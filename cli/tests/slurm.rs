//! A sweep as a Slurm job array on a real cluster gives the same gathered
//! table as the local pool.
//!
//! Needs a running Slurm cluster: `tools/slurm/local-cluster.sh start` (root)
//! sets up a single-node one on this machine, as `.ci/run` does. Without a
//! ready cluster the test says so and skips, unless `TURBID_REQUIRE_SLURM=1`
//! (set by `.ci/run` after it started the cluster), where it fails instead.

mod common;

use common::*;
use std::process::Command;
use std::time::Instant;

/// Whether `sinfo` answers and shows a node that can take jobs.
fn cluster_ready() -> Result<String, String> {
    let out = Command::new("sinfo")
        .args(["-h", "-o", "%T %C"])
        .output()
        .map_err(|e| format!("cannot run sinfo: {e}"))?;
    let text = String::from_utf8_lossy(&out.stdout).trim().to_string();
    if !out.status.success() {
        return Err(format!(
            "sinfo failed: {}",
            String::from_utf8_lossy(&out.stderr).trim()
        ));
    }
    let state = text.split_whitespace().next().unwrap_or("");
    if ["idle", "mixed", "allocated"]
        .iter()
        .any(|s| state.starts_with(s))
    {
        Ok(text)
    } else {
        Err(format!("no node ready (sinfo: `{text}`)"))
    }
}

#[test]
fn a_sweep_as_a_slurm_job_array_gathers_the_same_table_as_the_local_pool() {
    match cluster_ready() {
        Ok(state) => {
            eprintln!("Slurm node ready: {state} (state, CPUs allocated/idle/other/total)")
        }
        Err(why) => {
            assert!(
                std::env::var_os("TURBID_REQUIRE_SLURM").is_none(),
                "TURBID_REQUIRE_SLURM is set but the cluster is not usable: {why}"
            );
            eprintln!(
                "SKIPPED: no Slurm cluster ready ({why}); start one with `tools/slurm/local-cluster.sh start` (as root)"
            );
            return;
        }
    }
    let dir = temp_dir("sweep-slurm");
    // The same sweep twice, in two directories: one for each way of running it.
    let sweep = "sweep: 1\ntitle: Tiny job-array sweep (invented)\nbase: ../base.yaml\n\
                 grid:\n  initial.loading: [\"5 vol%\", \"15 vol%\"]\n  run.seed: [3, 4]\n";
    write(&dir.join("base.yaml"), &base(3000));
    write(&dir.join("local/sweep.yaml"), sweep);
    write(&dir.join("slurm/sweep.yaml"), sweep);

    let t = Instant::now();
    let local = run_in(
        &dir.join("local"),
        &[
            "sweep",
            "run",
            "sweep.yaml",
            "--jobs",
            "2",
            "--threads",
            "1",
        ],
    );
    assert!(local.status.success(), "{}", text(&local.stderr));
    eprintln!("local pool: {:.1} s", t.elapsed().as_secs_f64());

    // Two threads per task here: the particle engine gives bit-identical
    // results for any thread count, so the tables must still agree.
    let t = Instant::now();
    let slurm = run_in(
        &dir.join("slurm"),
        &[
            "sweep",
            "slurm",
            "sweep.yaml",
            "--cpus-per-task",
            "2",
            "--memory",
            "500 MB",
            "--time-limit",
            "10 min",
            "--max-running",
            "2",
            // As if the cluster took array indices up to 3 only: two arrays,
            // runs 1–3 and run 4 (index 1 + offset 3).
            "--max-array-index",
            "3",
            "--submit",
            "--wait",
        ],
    );
    let (out, err) = (text(&slurm.stdout), text(&slurm.stderr));
    eprintln!("job array: {:.1} s\n{out}{err}", t.elapsed().as_secs_f64());
    assert!(slurm.status.success(), "{out}{err}");
    assert_eq!(out.matches("submitted job array").count(), 2, "{out}");
    let script = std::fs::read_to_string(dir.join("slurm/out/sweep/slurm/array.sbatch")).unwrap();
    for line in [
        "#SBATCH --array=1-3%2",
        "#SBATCH --cpus-per-task=2",
        "#SBATCH --mem=500M",
        "#SBATCH --time=0-00:10:00",
        "#SBATCH --signal=B:TERM@120",
    ] {
        assert!(script.contains(line), "no `{line}` in\n{script}");
    }
    // Every task left its log, and ran on the cluster (not here).
    let logs: Vec<String> = std::fs::read_dir(dir.join("slurm/out/sweep/slurm/logs"))
        .unwrap()
        .map(|e| std::fs::read_to_string(e.unwrap().path()).unwrap())
        .collect();
    assert_eq!(logs.len(), 4, "{logs:?}");
    for l in &logs {
        assert!(
            l.contains("turbid sweep: run ") && l.contains("run complete"),
            "{l}"
        );
    }

    let a = std::fs::read_to_string(dir.join("local/out/sweep/summary.csv")).unwrap();
    let b = std::fs::read_to_string(dir.join("slurm/out/sweep/summary.csv")).unwrap();
    let (_, rows) = table(&a);
    assert_eq!(rows.len(), 4);
    assert!(rows.iter().all(|r| r[1] == "complete"), "{a}");
    assert_eq!(a, b, "the gathered tables differ");
    let a = std::fs::read(dir.join("local/out/sweep/summary.h5")).unwrap();
    let b = std::fs::read(dir.join("slurm/out/sweep/summary.h5")).unwrap();
    assert!(a == b, "the HDF5 tables differ");
    std::fs::remove_dir_all(&dir).ok();
}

### What to produce
Starting with the line that holds "Needs a running" and ending with the line that holds "it fails instead.", retype every line in the data above exactly, and nothing else.

### Answer section
//! Needs a running Slurm cluster: `tools/slurm/local-cluster.sh start` (root)
//! sets up a single-node one on this machine, as `.ci/run` does. Without a
//! ready cluster the test says so and skips, unless `TURBID_REQUIRE_SLURM=1`
//! (set by `.ci/run` after it started the cluster), where it fails instead.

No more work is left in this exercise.